Cooking at these temps can be a bit humbling, there's no room for mistakes or carelessness.
It's nice to know that I can grab some ribs on the way home from work and have a rib dinner in about 90 minutes.
I really think that most folks will like these If they are willing to give it a shot.
As a 3-2-1 Low and slow subscriber, it's hard to wrap my head around this "Broil" type of smoking.
Were these the best ribs I ever had? I won't answer that because I hear that expression way too much But...


----------



## jds22 (Jul 23, 2012)

Wow, thanks for the detailed post. My electric smoker won't get that hot by my grill can. I might have to give these a try.


----------



## dewetha (Jul 23, 2012)

excellent write up. i think you hit the nail on the head a few times.

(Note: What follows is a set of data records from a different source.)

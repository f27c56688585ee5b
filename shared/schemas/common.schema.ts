import { z } from 'zod';

/** A database id in a URL: digits only, no leading zero. */
export const IdParam = z
  .string()
  .regex(/^[1-9][0-9]{0,15}$/, 'must be a positive whole number')
  .transform(Number);

export const IdParams = z.strictObject({ id: IdParam });

/** The one error shape every API error takes. */
export interface ApiErrorBody {
  error: {
    code: string;
    message: string;
    details?: unknown;
  };
}

export interface FieldIssue {
  field: string;
  message: string;
}

/** Trimmed text with a length cap; empty strings are refused rather than stored. */
export const requiredText = (max: number) => z.string().trim().min(1, 'is required').max(max);
export const optionalText = (max: number) => z.string().trim().max(max);
export type IdParams = z.output<typeof IdParams>;
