import { z } from 'zod';

/** A database id in a URL: digits only, no leading zero. */
export const IdParam = z
  .string()
  .regex(/^[1-9][0-9]{0,15}$/, 'must be a positive whole number')
  .transform(Number);

export const IdParams = z.strictObject({ id: IdParam });

/** The one error shape every API error takes. */
export interface ApiErrorBody {
  error: {
    code: string;
    message: string;
    details?: unknown;
  };
}

export interface FieldIssue {
  field: string;
  message: string;
}

/*
 * What text may hold. Every string the API stores passes through these rules, so what one screen
 * shows is what another prints and what an export writes (issue #16):
 * - NFC normalisation: "é" typed as e + combining accent and "é" typed as one character are one
 *   string, compare equal and export the same.
 * - No control characters (C0, DEL, C1). Tab and line feed only in multi-line text (notes), where a
 *   carriage return is read as a line break.
 * - No lone surrogate halves: they are not text, and JSON and UTF-8 would turn them into U+FFFD.
 * - No zero-width or direction-control characters: "E1" followed by a zero-width space looks like
 *   "E1" and is not, and a right-to-left override makes "15 A" print as something else. Zero-width
 *   joiners (emoji sequences, Persian) are allowed in notes only.
 * - No U+FFFD: it is what a broken conversion leaves behind, never something a person meant.
 */
// eslint-disable-next-line no-control-regex -- finding control characters is the point
const CONTROL = /[\u0000-\u0008\u000B-\u001F\u007F-\u009F]/u;
// Tab and line feed: allowed in multi-line text only.
const LINE_BREAK_OR_TAB = /[\t\n]/u;
const LONE_SURROGATE = /[\uD800-\uDBFF](?![\uDC00-\uDFFF])|(?<![\uD800-\uDBFF])[\uDC00-\uDFFF]/;
const BIDI_CONTROL = /[\u061C\u200E\u200F\u202A-\u202E\u2066-\u2069]/u;
const INVISIBLE = /[\u00AD\u180E\u200B\u2060-\u2064\uFEFF]/u;
const JOINER = /[\u200C\u200D]/u;

const codePoint = (ch: string) =>
  `U+${ch.codePointAt(0)!.toString(16).toUpperCase().padStart(4, '0')}`;

/** Why `text` cannot be stored, or null when it can. `multiline` allows tab, line feed and joiners. */
export function textProblem(text: string, multiline = false): string | null {
  const lone = LONE_SURROGATE.exec(text);
  if (lone) return `holds a broken character (a lone surrogate, ${codePoint(lone[0])})`;
  const control = CONTROL.exec(text);
  if (control) return `holds a control character (${codePoint(control[0])})`;
  if (!multiline && LINE_BREAK_OR_TAB.test(text)) return 'must be one line, without tabs';
  const bidi = BIDI_CONTROL.exec(text);
  if (bidi) return `holds an invisible text-direction character (${codePoint(bidi[0])})`;
  if (text.includes('\uFFFD')) {
    return 'holds the replacement character \uFFFD, a sign the text was damaged by an earlier conversion; retype it';
  }
  const invisible = INVISIBLE.exec(text) ?? (multiline ? null : JOINER.exec(text));
  if (invisible) return `holds an invisible zero-width character (${codePoint(invisible[0])})`;
  return null;
}

/** The stored form of text: NFC, with CR LF and lone CR read as LF in multi-line text. */
export function normalizeText(text: string, multiline = false): string {
  const nfc = LONE_SURROGATE.test(text) ? text : text.normalize('NFC');
  return multiline ? nfc.replace(/\r\n?/g, '\n') : nfc;
}

interface TextOptions {
  /** Notes and comments: tab and line breaks allowed. */
  multiline?: boolean;
}

const cleanText = (max: number, { multiline = false }: TextOptions = {}) =>
  z
    .string()
    .overwrite((s) => normalizeText(s, multiline))
    .trim()
    .max(max)
    .superRefine((s, ctx) => {
      const problem = textProblem(s, multiline);
      if (problem) ctx.addIssue({ code: 'custom', message: problem });
    });

/** Trimmed, clean text with a length cap; empty strings are refused rather than stored. */
export const requiredText = (max: number, options?: TextOptions) =>
  cleanText(max, options).min(1, 'is required');
export const optionalText = (max: number, options?: TextOptions) => cleanText(max, options);
/** Multi-line text: notes, comments, descriptions. */
export const noteText = (max: number) => cleanText(max, { multiline: true });
export type IdParams = z.output<typeof IdParams>;
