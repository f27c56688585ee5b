import { z } from 'zod';

/**
 * The columns a pinout CSV can carry, in the order Loomwright writes them. The first nine after
 * `connector` are the canonical pinout headers; `insulation_c`, `feed`, `run_length_m` and
 * `load_current_a` carry the rest of a pin so that export → import loses nothing.
 */
export const IMPORT_FIELDS = [
  'connector',
  'cavity',
  'function',
  'signal_class',
  'colour',
  'size_mm2',
  'awg',
  'insulation_c',
  'disposition',
  'destination',
  'feed',
  'run_length_m',
  'load_current_a',
  'notes',
] as const;
export type ImportField = (typeof IMPORT_FIELDS)[number];

export const IMPORT_FIELD_LABELS: Record<ImportField, string> = {
  connector: 'Connector',
  cavity: 'Cavity',
  function: 'Function',
  signal_class: 'Signal class',
  colour: 'Wire colour (IEC 60757)',
  size_mm2: 'Wire size, mm²',
  awg: 'Wire size, AWG',
  insulation_c: 'Insulation rating, °C',
  disposition: 'Disposition',
  destination: 'Destination',
  feed: 'Joined to feed',
  run_length_m: 'Run length, m',
  load_current_a: 'Load current, A',
  notes: 'Notes',
};

/** What a column of the file is used for: one field, or nothing. */
export const IGNORE = 'ignore' as const;
export type ColumnTarget = ImportField | typeof IGNORE;
export const COLUMN_TARGETS = [...IMPORT_FIELDS, IGNORE] as const;

/** Headers recognised without a mapping (after lower-casing; spaces and hyphens read as `_`). */
export const HEADER_ALIASES: Readonly<Record<string, ImportField>> = Object.freeze({
  ...Object.fromEntries(IMPORT_FIELDS.map((f) => [f, f])),
  color: 'colour',
});

/** `?dryRun=1` previews; anything else applies. */
export const ImportQuery = z.strictObject({
  dryRun: z
    .enum(['0', '1', 'true', 'false'])
    .optional()
    .transform((v) => v === '1' || v === 'true'),
});
export type ImportQuery = z.output<typeof ImportQuery>;

/** One problem in the file. `row` is the file's line number (1 = the header); null for the file. */
export interface ImportIssue {
  row: number | null;
  /** The header of the column, as written in the file; null for the row or the file as a whole. */
  column: string | null;
  message: string;
}

export interface FieldChange {
  /** Pin field name (`colour`, `sizeMm2`…) and its label. */
  field: string;
  label: string;
  before: string;
  after: string;
}

export type ImportChange =
  | { kind: 'add'; connector: string; cavity: string; row: number; fields: FieldChange[] }
  | {
      kind: 'change';
      connector: string;
      cavity: string;
      row: number;
      pinId: number;
      fields: FieldChange[];
    }
  | { kind: 'remove'; connector: string; cavity: string; pinId: number; blank: boolean };

export interface ImportSummary {
  added: number;
  changed: number;
  unchanged: number;
  removed: number;
}

export interface ColumnMapping {
  header: string;
  target: ColumnTarget;
}

export interface ImportResult {
  dryRun: boolean;
  /** Data rows read (blank lines not counted). */
  rows: number;
  /** Rows written: 0 for a preview and for a refused file. */
  imported: number;
  errors: ImportIssue[];
  /** All errors found; `errors` lists at most the first 500. */
  errorCount: number;
  changes: ImportChange[];
  summary: ImportSummary;
  /** False when the file could not be read far enough to say what it would change. */
  planned: boolean;
  notes: string[];
  /** The file's columns in order and what each is used for. */
  mapping: ColumnMapping[];
  /** `saved`: the workshop's last choice for these exact columns; `detected`: by header name. */
  mappingSource: 'detected' | 'saved' | 'given';
  sha256: string | null;
  /** An earlier import of the same file (same SHA-256) into the same place. */
  previousImport: { at: string; by: string | null } | null;
  target: { conversionId: number; connectorId: number | null; label: string | null };
  /** Preview only: the file's rows as read, for showing errors in their cells. */
  table?: Array<{ row: number; cells: string[] }>;
  tableTruncated?: boolean;
}

export const MAX_IMPORT_ERRORS_LISTED = 500;
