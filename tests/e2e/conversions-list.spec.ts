import { expect, test, type Page } from '@playwright/test';
import { DEMO, signIn, signOut } from './support/session.ts';
import { createSmallPlan } from './support/small-plan.ts';

const rowOf = (page: Page, name: string) =>
  page.getByRole('row').filter({ has: page.getByRole('link', { name, exact: true }) });

// The demo conversions are shared with later specs: this one only reads them, and does its
// writing on a conversion of its own.
test('the list shows where each conversion stands, searches and filters by state, and puts a submission first for the reviewer', async ({
  page,
}) => {
  await signIn(page, DEMO.builder);
  const pellow = rowOf(page, 'Pellow farm flatbed');
  await expect(pellow.getByText('Signed off', { exact: true })).toBeVisible();
  await expect(pellow.getByRole('link', { name: 'Revision 1', exact: true })).toBeVisible();
  await expect(pellow.getByRole('link', { name: /Revision 1 signed off/ })).toBeVisible();
  await expect(pellow.getByText(/^\d+ % done, \d+ % tested$/)).toBeVisible();
  const ashby = rowOf(page, 'Ashby yard truck');
  await expect(ashby.getByText('Draft', { exact: true })).toBeVisible();
  await expect(ashby.getByText('None yet')).toBeVisible();

  const plan = await createSmallPlan(page.request, 'Penrose hay wagon');
  await page.reload();
  const penrose = rowOf(page, 'Penrose hay wagon');
  await expect(penrose.getByText('Draft', { exact: true })).toBeVisible();
  const before = await penrose.locator('time').getAttribute('datetime');

  // A pin note changes and revision 1 goes to review: the last change moves with them.
  const pins = (await (await page.request.get(`/api/conversions/${plan.conversionId}/pins`)).json())
    .pins as Array<{ id: number; version: number }>;
  const pin = pins[1]!;
  expect(
    (
      await page.request.patch(`/api/pins/${pin.id}`, {
        data: { notes: 'Checked against the donor loom', version: pin.version },
      })
    ).status(),
  ).toBe(200);
  expect(
    (
      await page.request.post(`/api/conversions/${plan.conversionId}/revisions`, { data: {} })
    ).status(),
  ).toBe(201);
  await page.reload();
  await expect(penrose.getByText('In review', { exact: true })).toBeVisible();
  await expect(penrose.getByRole('link', { name: 'Revision 1', exact: true })).toBeVisible();
  const after = await penrose.locator('time').getAttribute('datetime');
  expect(Date.parse(after!)).toBeGreaterThan(Date.parse(before!));

  // Search by a word of the name, then by state.
  await page.getByLabel('Search conversions').fill('ashby');
  await expect(ashby).toBeVisible();
  await expect(pellow).toHaveCount(0);
  await expect(page.getByText(/^Showing 1 of \d+$/)).toBeVisible();
  await page.getByLabel('Search conversions').fill('');
  await page.getByLabel('State').selectOption('in_review');
  await expect(penrose).toBeVisible();
  await expect(ashby).toHaveCount(0);
  await expect(pellow).toHaveCount(0);
  await page.getByLabel('State').selectOption('draft');
  await expect(ashby).toBeVisible();
  await expect(penrose).toHaveCount(0);
  await page.screenshot({ path: 'test-results/screens/conversions-filtered.png', fullPage: true });
  await page.getByLabel('State').selectOption('');
  await signOut(page);

  // The reviewer finds it first, marked as waiting for them.
  await signIn(page, DEMO.reviewer);
  await expect(
    page.getByText(/^\d+ conversions? (is|are) waiting for your review\.$/),
  ).toBeVisible();
  const firstRow = page.getByRole('row').nth(1);
  await expect(firstRow.getByRole('link', { name: 'Penrose hay wagon' })).toBeVisible();
  await expect(firstRow.getByText('Waiting for your review')).toBeVisible();
  await page.screenshot({ path: 'test-results/screens/conversions-reviewer.png', fullPage: true });
});
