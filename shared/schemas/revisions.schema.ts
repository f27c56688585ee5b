import { z } from 'zod';
import type { CheckReport, Finding } from './checks.schema.ts';
import { IdParam, noteText, requiredText } from './common.schema.ts';
import type { ConversionSnapshot } from './snapshot.schema.ts';

export const REVISION_STATUSES = ['in_review', 'changes_requested', 'signed_off'] as const;
export type RevisionStatus = (typeof REVISION_STATUSES)[number];
export const REVISION_STATUS_LABELS: Record<RevisionStatus, string> = {
  in_review: 'In review',
  changes_requested: 'Changes requested',
  signed_off: 'Signed off',
};

export const RevisionParams = z.strictObject({ id: IdParam, number: IdParam });
export type RevisionParams = z.output<typeof RevisionParams>;

export const CommentParams = z.strictObject({ id: IdParam, number: IdParam, commentId: IdParam });
export type CommentParams = z.output<typeof CommentParams>;

export const SubmitRevisionRequest = z.strictObject({
  /** A line for the reviewer about what changed. */
  note: noteText(2000).optional(),
});
export type SubmitRevisionRequest = z.infer<typeof SubmitRevisionRequest>;

export const SignOffRequest = z.strictObject({
  /** The revision's version the reviewer read; a changed revision is a 409. */
  version: z.number().int().min(0).optional(),
});
export type SignOffRequest = z.infer<typeof SignOffRequest>;

export const SendBackRequest = z.strictObject({
  comment: requiredText(4000, { multiline: true }),
  version: z.number().int().min(0).optional(),
});
export type SendBackRequest = z.infer<typeof SendBackRequest>;

export const ReviewCommentRequest = z
  .strictObject({
    body: requiredText(4000, { multiline: true }),
    pinId: z.number().int().positive().nullable().optional(),
    feedId: z.number().int().positive().nullable().optional(),
  })
  .refine((v) => v.pinId == null || v.feedId == null, {
    message: 'comment on a pin or on a feed, not both',
    path: ['feedId'],
  });
export type ReviewCommentRequest = z.infer<typeof ReviewCommentRequest>;

export interface RevisionSummary {
  number: number;
  status: RevisionStatus;
  hash: string;
  submittedBy: string;
  submittedAt: string;
  reviewedBy: string | null;
  reviewedAt: string | null;
  signedAt: string | null;
  reviewComment: string;
  counts: CheckReport['counts'];
  version: number;
}

export interface ReviewComment {
  id: number;
  authorName: string;
  pinId: number | null;
  feedId: number | null;
  subjectLabel: string;
  body: string;
  createdAt: string;
  /** Marked answered by the builder, or null. */
  answered: { by: string; at: string } | null;
}

/** A comment of an earlier revision on a pin or feed, shown on the later revisions. */
export interface EarlierComment extends ReviewComment {
  revisionNumber: number;
}

export interface RevisionDetail extends RevisionSummary {
  snapshot: ConversionSnapshot;
  findings: Finding[];
  comments: ReviewComment[];
  /** Comments of earlier revisions on the pins and feeds, oldest first, each with its revision. */
  earlierComments: EarlierComment[];
  /** Differences from the last signed-off revision before this one; null for the first. */
  changes: RevisionChanges | null;
  comparedWith: number | null;
  /** The reviewer's decision sealed with the server's Ed25519 key; null while in review. */
  seal: RevisionSeal | null;
}

/** `GET …/verify`: the content hash recomputed, and whether the content and decision match the seal. */
export interface RevisionVerification {
  ok: boolean;
  hash: string;
  storedHash: string;
  /** Decided revisions carry a seal; a revision in review has only its content hash. */
  sealed: boolean;
  /** Why it does not match, or null. */
  problem: string | null;
}

export interface RevisionSeal {
  algorithm: 'Ed25519';
  /** The raw public key, base64. */
  publicKey: string;
  /** The public key's fingerprint in groups of four hex digits, for reading aloud. */
  fingerprint: string;
  /** The signature, base64. */
  signature: string;
}

export interface FieldChange {
  field: string;
  before: unknown;
  after: unknown;
}

/** A pin named in the differences: its cavity name, what it does and the connector it is on. */
export interface ChangedPinRef {
  name: string;
  pinId: number;
  function: string;
  /** "E1, ECU side" */
  connector: string;
}

export interface RevisionChanges {
  pins: {
    added: ChangedPinRef[];
    removed: ChangedPinRef[];
    changed: Array<ChangedPinRef & { fields: FieldChange[] }>;
  };
  feeds: {
    added: Array<{ name: string; feedId: number }>;
    removed: Array<{ name: string; feedId: number }>;
    changed: Array<{ name: string; feedId: number; fields: FieldChange[] }>;
  };
  connectors: {
    added: string[];
    removed: string[];
    changed: Array<{ label: string; fields: FieldChange[] }>;
  };
  conversion: FieldChange[];
  /** Wires, splices, ground points and box positions, matched by label; absent before the harness. */
  harness?: {
    added: string[];
    removed: string[];
    changed: Array<{ label: string; fields: FieldChange[] }>;
  };
}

room for error. i cooked at high temps for decades. the different between done and Chinese take out is mere minutes. where as ribs can have a nice 15-20 min window where most would still eat them.

high temps cooking has it's place. the right tool for the right job. this is a handy recipe and technique that i will store away for those times when a quick meal is needed.


----------



## mdboatbum (Jul 23, 2012)

Thanks a million for that post!! I saw that show and was wondering about the method. I agree, Robert was a little harsh with the guy, but the guy really was a little bullheaded. Hated the way they redecorated the restaurant.


----------



## jarjarchef (Jul 23, 2012)

Great job.  will have to try them some time.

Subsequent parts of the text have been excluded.